> [DATASET ENTRIES]:

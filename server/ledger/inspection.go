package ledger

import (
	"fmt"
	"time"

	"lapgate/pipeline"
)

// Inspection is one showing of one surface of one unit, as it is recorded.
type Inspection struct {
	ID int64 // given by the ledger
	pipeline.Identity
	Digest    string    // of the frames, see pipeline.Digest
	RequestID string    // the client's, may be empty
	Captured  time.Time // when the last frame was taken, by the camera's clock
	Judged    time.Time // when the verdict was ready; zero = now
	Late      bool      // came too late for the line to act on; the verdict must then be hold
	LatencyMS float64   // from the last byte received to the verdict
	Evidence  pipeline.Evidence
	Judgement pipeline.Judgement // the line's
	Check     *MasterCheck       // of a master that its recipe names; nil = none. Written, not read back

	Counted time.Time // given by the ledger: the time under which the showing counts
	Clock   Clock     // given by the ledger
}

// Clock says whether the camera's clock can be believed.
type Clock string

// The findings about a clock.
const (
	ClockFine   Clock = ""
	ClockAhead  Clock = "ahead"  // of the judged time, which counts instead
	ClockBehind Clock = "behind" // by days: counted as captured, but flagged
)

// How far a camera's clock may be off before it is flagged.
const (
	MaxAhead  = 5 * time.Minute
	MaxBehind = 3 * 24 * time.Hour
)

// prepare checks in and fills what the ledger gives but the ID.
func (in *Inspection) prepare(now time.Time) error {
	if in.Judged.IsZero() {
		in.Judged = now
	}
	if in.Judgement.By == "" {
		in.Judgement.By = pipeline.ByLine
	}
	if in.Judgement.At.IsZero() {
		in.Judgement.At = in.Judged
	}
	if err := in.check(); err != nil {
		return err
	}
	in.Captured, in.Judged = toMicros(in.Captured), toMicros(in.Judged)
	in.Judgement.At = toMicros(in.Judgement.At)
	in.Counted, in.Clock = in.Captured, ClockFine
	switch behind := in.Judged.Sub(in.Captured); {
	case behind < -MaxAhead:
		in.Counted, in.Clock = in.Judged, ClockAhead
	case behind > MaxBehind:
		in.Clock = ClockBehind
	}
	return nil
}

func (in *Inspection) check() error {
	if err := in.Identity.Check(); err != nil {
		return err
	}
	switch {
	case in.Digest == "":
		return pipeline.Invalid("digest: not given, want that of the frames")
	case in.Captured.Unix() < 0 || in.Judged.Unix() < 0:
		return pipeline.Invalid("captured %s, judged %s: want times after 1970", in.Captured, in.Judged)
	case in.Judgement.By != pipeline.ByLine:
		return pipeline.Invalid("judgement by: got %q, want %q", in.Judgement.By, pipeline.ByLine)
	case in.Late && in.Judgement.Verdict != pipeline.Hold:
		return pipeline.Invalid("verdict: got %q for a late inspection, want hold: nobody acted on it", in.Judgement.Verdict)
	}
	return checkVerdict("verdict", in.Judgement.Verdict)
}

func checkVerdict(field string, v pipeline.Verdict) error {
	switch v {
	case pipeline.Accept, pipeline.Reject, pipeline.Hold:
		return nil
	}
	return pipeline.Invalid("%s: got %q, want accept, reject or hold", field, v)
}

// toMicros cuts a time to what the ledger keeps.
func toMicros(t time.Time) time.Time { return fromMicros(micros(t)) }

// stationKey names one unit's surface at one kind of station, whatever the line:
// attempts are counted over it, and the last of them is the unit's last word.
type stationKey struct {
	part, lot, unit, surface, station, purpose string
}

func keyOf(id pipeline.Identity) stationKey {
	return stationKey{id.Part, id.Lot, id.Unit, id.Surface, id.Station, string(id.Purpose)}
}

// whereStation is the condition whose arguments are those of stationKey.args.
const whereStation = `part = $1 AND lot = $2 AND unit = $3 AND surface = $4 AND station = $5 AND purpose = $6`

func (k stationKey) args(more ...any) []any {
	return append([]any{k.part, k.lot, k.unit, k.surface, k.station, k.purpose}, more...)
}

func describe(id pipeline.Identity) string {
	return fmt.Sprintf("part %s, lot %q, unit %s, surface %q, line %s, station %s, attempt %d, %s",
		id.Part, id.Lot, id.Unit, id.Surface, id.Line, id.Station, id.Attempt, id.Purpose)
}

> [HOW TO COMPLETE THIS TASK]: Each line in the listing above that includes "stationKey" is to be copied.

> [TASK OUTPUT]:
// stationKey names one unit's surface at one kind of station, whatever the line:
type stationKey struct {
func keyOf(id pipeline.Identity) stationKey {
	return stationKey{id.Part, id.Lot, id.Unit, id.Surface, id.Station, string(id.Purpose)}
// whereStation is the condition whose arguments are those of stationKey.args.
func (k stationKey) args(more ...any) []any {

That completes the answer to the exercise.